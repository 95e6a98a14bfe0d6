// next-auth v4 options: credentials sign-in (bcryptjs), JWT sessions carrying user id, team
// and role. The route at app/api/auth/[...nextauth] only re-exports GET/POST (next-auth#7498).
import type { NextAuthOptions } from "next-auth";
import CredentialsProvider from "next-auth/providers/credentials";
import { findMembership, verifyCredentials } from "@/lib/server/accounts";

/** Used only outside production so `npm run dev` and tests work without configuration. */
export const DEV_AUTH_SECRET = "railwise-development-secret-not-for-production";

export function authSecret(): string | undefined {
  const fromEnv = process.env.NEXTAUTH_SECRET?.trim();
  if (fromEnv) return fromEnv;
  // In production next-auth refuses to run without a secret (NO_SECRET); `npm start`
  // generates and persists one in data/ so a fresh machine still works.
  return process.env.NODE_ENV === "production" ? undefined : DEV_AUTH_SECRET;
}

export const authOptions: NextAuthOptions = {
  secret: authSecret(),
  session: { strategy: "jwt", maxAge: 12 * 60 * 60 },
  pages: { signIn: "/signin", signOut: "/signout" },
  providers: [
    CredentialsProvider({
      id: "credentials",
      name: "E-mail and password",
      credentials: {
        email: { label: "E-mail", type: "email" },
        password: { label: "Password", type: "password" },
      },
      async authorize(credentials) {
        const email = typeof credentials?.email === "string" ? credentials.email : "";
        const password = typeof credentials?.password === "string" ? credentials.password : "";
        if (!email || !password || email.length > 320 || password.length > 1024) return null;
        const member = await verifyCredentials(email, password);
        if (!member) return null;
        return {
          id: member.userId,
          name: member.name,
          email: member.email,
          role: member.role,
          teamId: member.teamId,
          teamName: member.teamName,
        };
      },
    }),
  ],
  callbacks: {
    async jwt({ token, user }) {
      if (user) {
        token.sub = user.id;
        token.role = user.role;
        token.teamId = user.teamId;
        token.teamName = user.teamName;
        return token;
      }
      // A role can change (or a member be removed) after sign-in: refresh from the database.
      if (token.sub && token.teamId) {
        const member = await findMembership({ userId: token.sub, teamId: token.teamId });
        if (member) {
          token.role = member.role;
          token.teamName = member.teamName;
          token.name = member.name;
        } else {
          delete token.role;
        }
      }
      return token;
    },
    async session({ session, token }) {
      if (token.sub && token.role && token.teamId) {
        session.user = {
          id: token.sub,
          name: token.name ?? null,
          email: token.email ?? null,
          role: token.role,
          teamId: token.teamId,
          teamName: token.teamName ?? "",
        };
      }
      return session;
    },
  },
};
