"use client";

import { useState } from "react";
import { Button } from "@/components/ui/button";
import { Card } from "@/components/ui/card";
import { EmptyState } from "@/components/ui/empty-state";
import { PageHeader } from "@/components/ui/page-header";
import { LoadError, LoadingRows } from "@/components/ui/load-state";
import { Table, TBody, TD, TH, THead, TR } from "@/components/ui/table";
import { formatDate } from "@/components/ui/format";
import { errorMessage, sendJson } from "@/lib/client/fetcher";
import { captureKey, useCapture, useCaptures } from "@/lib/client/team-hooks";
import { formatQuantity } from "@/lib/design/notation";
import { CaptureSparkline } from "./capture-sparkline";
import { CaptureUpload } from "./capture-upload";

/** The team's measured waveforms: upload (owner/designer), preview, delete. */
export function CapturesView({ canEdit }: { canEdit: boolean }) {
  const { data, error, isLoading, mutate } = useCaptures();
  const [openId, setOpenId] = useState<string | null>(null);
  const open = useCapture(openId);
  const [problem, setProblem] = useState<string | null>(null);

  async function remove(id: string, name: string) {
    if (!window.confirm(`Delete the capture "${name}"? Scenarios that copied its samples keep them.`)) return;
    setProblem(null);
    try {
      await sendJson(captureKey(id), "DELETE");
      if (openId === id) setOpenId(null);
      await mutate();
    } catch (err) {
      setProblem(errorMessage(err));
    }
  }

  const items = data?.items ?? [];
  return (
    <div className="flex flex-col gap-4">
      <PageHeader
        title="Captures"
        description="Measured waveforms (time, volts) from the bench, for use as a capture component of a scenario's input signal."
      />
      {canEdit && (
        <Card title="Upload a CSV">
          <CaptureUpload onUploaded={() => void mutate()} />
        </Card>
      )}
      {problem && (
        <p role="alert" className="text-[13px] text-alert">
          {problem}
        </p>
      )}
      <Card title="Team captures" padded={false}>
        {error ? (
          <div className="p-4">
            <LoadError message={errorMessage(error)} onRetry={() => void mutate()} />
          </div>
        ) : isLoading ? (
          <LoadingRows />
        ) : items.length === 0 ? (
          <EmptyState title="No captures yet">
            {canEdit ? "Upload a CSV above." : "Designers upload them from the bench."}
          </EmptyState>
        ) : (
          <Table aria-label="Captures" stack>
            <THead>
              <TR>
                <TH>Name</TH>
                <TH>Columns</TH>
                <TH numeric>Points</TH>
                <TH numeric>Duration</TH>
                <TH numeric>Range</TH>
                <TH>Uploaded</TH>
                <TH className="text-right">Actions</TH>
              </TR>
            </THead>
            <TBody>
              {items.map((c) => (
                <TR key={c.id}>
                  <TD className="font-medium">
                    {c.name}
                    {c.sourceFilename && (
                      <div className="text-[12px] font-normal text-ink-faint">{c.sourceFilename}</div>
                    )}
                  </TD>
                  <TD className="font-mono text-[12px] text-ink-soft" label="Columns">
                    {c.columns.time}, {c.columns.value}
                  </TD>
                  <TD numeric label="Points">
                    {c.points.toLocaleString("en")}
                  </TD>
                  <TD numeric label="Duration">
                    {formatQuantity(c.duration, "s")}
                  </TD>
                  <TD numeric label="Range">
                    {formatQuantity(c.min, "V")} … {formatQuantity(c.max, "V")}
                  </TD>
                  <TD className="text-[12px] text-ink-soft" label="Uploaded">
                    {formatDate(c.createdAt)}
                  </TD>
                  <TD className="text-right whitespace-nowrap">
                    <Button size="sm" variant="ghost" onClick={() => setOpenId(openId === c.id ? null : c.id)}>
                      {openId === c.id ? "Hide" : "Preview"}
                    </Button>
                    {canEdit && (
                      <Button size="sm" variant="danger" className="ml-1.5" onClick={() => void remove(c.id, c.name)}>
                        Delete
                      </Button>
                    )}
                  </TD>
                </TR>
              ))}
            </TBody>
          </Table>
        )}
        {openId && (
          <div className="border-t border-paper-line p-4">
            {open.data ? (
              <>
                <p className="mb-2 text-[13px] font-medium text-ink">{open.data.name}</p>
                <CaptureSparkline samples={open.data.samples} label={`Capture ${open.data.name}`} />
              </>
            ) : open.error ? (
              <LoadError message={errorMessage(open.error)} />
            ) : (
              <LoadingRows rows={2} />
            )}
          </div>
        )}
      </Card>
    </div>
  );
}
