// next-auth v4 options: credentials sign-in (bcryptjs), JWT sessions carrying user id, team,
// role and the user's session generation. The route at app/api/auth/[...nextauth] wraps
// next-auth's GET/POST with the sign-in rate limit (next-auth#7498 for the re-export form).
//
// Ending sessions: a JWT cannot be recalled, so every token carries the user's
// `sessionGeneration` (users table, migration 0003) and the role it was issued for. Each
// request re-reads both in one indexed query, prepared once (models/prepared.ts): the primary
// key of users joined with the unique (userId, teamId) index of memberships. Sign-out, role
// change and removal bump the generation, so a copied cookie stops working at once instead of
// at the 12 h expiry.
import type { NextAuthOptions } from "next-auth";
import type { JWT } from "next-auth/jwt";
import CredentialsProvider from "next-auth/providers/credentials";
import { QueryTypes, type Transaction } from "sequelize";
import { verifyCredentials } from "@/lib/server/accounts";
import type { Role } from "@/lib/schemas/roles";
import { getSequelize } from "@/models";
import { selectOnePrepared } from "@/models/prepared";

/** Used only outside production so `npm run dev` and tests work without configuration. */
export const DEV_AUTH_SECRET = "railwise-development-secret-not-for-production";

export function authSecret(): string | undefined {
  const fromEnv = process.env.NEXTAUTH_SECRET?.trim();
  if (fromEnv) return fromEnv;
  // In production next-auth refuses to run without a secret (NO_SECRET); `npm start`
  // generates and persists one in data/ so a fresh machine still works.
  return process.env.NODE_ENV === "production" ? undefined : DEV_AUTH_SECRET;
}

/** Cookies get the Secure flag (and the __Secure- prefix) when the app is served over https. */
export function servedOverHttps(): boolean {
  const base = process.env.NEXTAUTH_URL || process.env.APP_URL || "";
  return base.toLowerCase().startsWith("https://");
}

export interface SessionState {
  generation: number;
  role: Role;
  name: string;
  email: string;
  teamName: string;
}

/** The user's current generation and membership in one query; null when the membership is gone. */
export async function readSessionState(userId: string, teamId: string): Promise<SessionState | null> {
  const row = await selectOnePrepared<SessionState>(
    getSequelize(),
    "railwise_session_state",
    `SELECT u."sessionGeneration" AS "generation", m."role" AS "role", u."name" AS "name", u."email" AS "email", t."name" AS "teamName"
       FROM "memberships" m
       JOIN "users" u ON u."id" = m."userId"
       JOIN "teams" t ON t."id" = m."teamId"
      WHERE m."userId" = $1 AND m."teamId" = $2`,
    [userId, teamId],
  );
  return row ? { ...row, generation: Number(row.generation) } : null;
}

/** Ends every session of a user (sign-out, role change, removal). Safe inside a transaction. */
export async function bumpSessionGeneration(userId: string, transaction?: Transaction): Promise<void> {
  await getSequelize().query(`UPDATE "users" SET "sessionGeneration" = "sessionGeneration" + 1 WHERE "id" = :userId`, {
    replacements: { userId },
    transaction,
  });
}

async function currentGeneration(userId: string): Promise<number> {
  const rows = await getSequelize().query<{ generation: number }>(
    `SELECT "sessionGeneration" AS "generation" FROM "users" WHERE "id" = :userId`,
    {
      replacements: { userId },
      type: QueryTypes.SELECT,
    },
  );
  return Number(rows[0]?.generation ?? 0);
}

type RailwiseJwt = JWT & { gen?: number };

/** An ended session: next-auth then answers an empty session and handlers a 401. */
function ended(token: RailwiseJwt): RailwiseJwt {
  return { ...token, role: undefined, teamId: undefined, gen: undefined, ended: true } as RailwiseJwt;
}

export const authOptions: NextAuthOptions = {
  secret: authSecret(),
  session: { strategy: "jwt", maxAge: 12 * 60 * 60 },
  useSecureCookies: servedOverHttps(),
  pages: { signIn: "/signin", signOut: "/signout" },
  providers: [
    CredentialsProvider({
      id: "credentials",
      name: "E-mail and password",
      credentials: {
        email: { label: "E-mail", type: "email" },
        password: { label: "Password", type: "password" },
      },
      async authorize(credentials) {
        const email = typeof credentials?.email === "string" ? credentials.email : "";
        const password = typeof credentials?.password === "string" ? credentials.password : "";
        if (!email || !password || email.length > 320 || password.length > 1024) return null;
        const member = await verifyCredentials(email, password);
        if (!member) return null;
        return {
          id: member.userId,
          name: member.name,
          email: member.email,
          role: member.role,
          teamId: member.teamId,
          teamName: member.teamName,
        };
      },
    }),
  ],
  callbacks: {
    async jwt({ token, user }) {
      const t = token as RailwiseJwt;
      if (user) {
        t.sub = user.id;
        t.role = user.role;
        t.teamId = user.teamId;
        t.teamName = user.teamName;
        t.gen = await currentGeneration(user.id);
        return t;
      }
      if (!t.sub || !t.teamId || !t.role || typeof t.gen !== "number") return ended(t);
      // Every request: one query. A bumped generation (sign-out elsewhere, role change,
      // removal), a changed role or a missing membership ends this session.
      const state = await readSessionState(t.sub, t.teamId);
      if (!state || state.generation !== t.gen || state.role !== t.role) return ended(t);
      t.teamName = state.teamName;
      t.name = state.name;
      t.email = state.email;
      return t;
    },
    async session({ session, token }) {
      if (token.sub && token.role && token.teamId) {
        session.user = {
          id: token.sub,
          name: token.name ?? null,
          email: token.email ?? null,
          role: token.role,
          teamId: token.teamId,
          teamName: token.teamName ?? "",
        };
      } else {
        // next-auth keeps `user` from the default session; an ended session carries none.
        (session as { user?: unknown }).user = undefined;
      }
      return session;
    },
  },
  events: {
    // Sign-out ends every session of the user, including copies of this cookie.
    async signOut({ token }) {
      const sub = (token as RailwiseJwt | null)?.sub;
      if (sub) await bumpSessionGeneration(sub);
    },
  },
};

※

## Work to complete
Each line in the listing above from the one containing "t.gen = await" through the one containing "Every request: one" should be repeated exactly, and no other line.

## Written solution
        t.gen = await currentGeneration(user.id);
        return t;
      }
      if (!t.sub || !t.teamId || !t.role || typeof t.gen !== "number") return ended(t);
      // Every request: one query. A bumped generation (sign-out elsewhere, role change,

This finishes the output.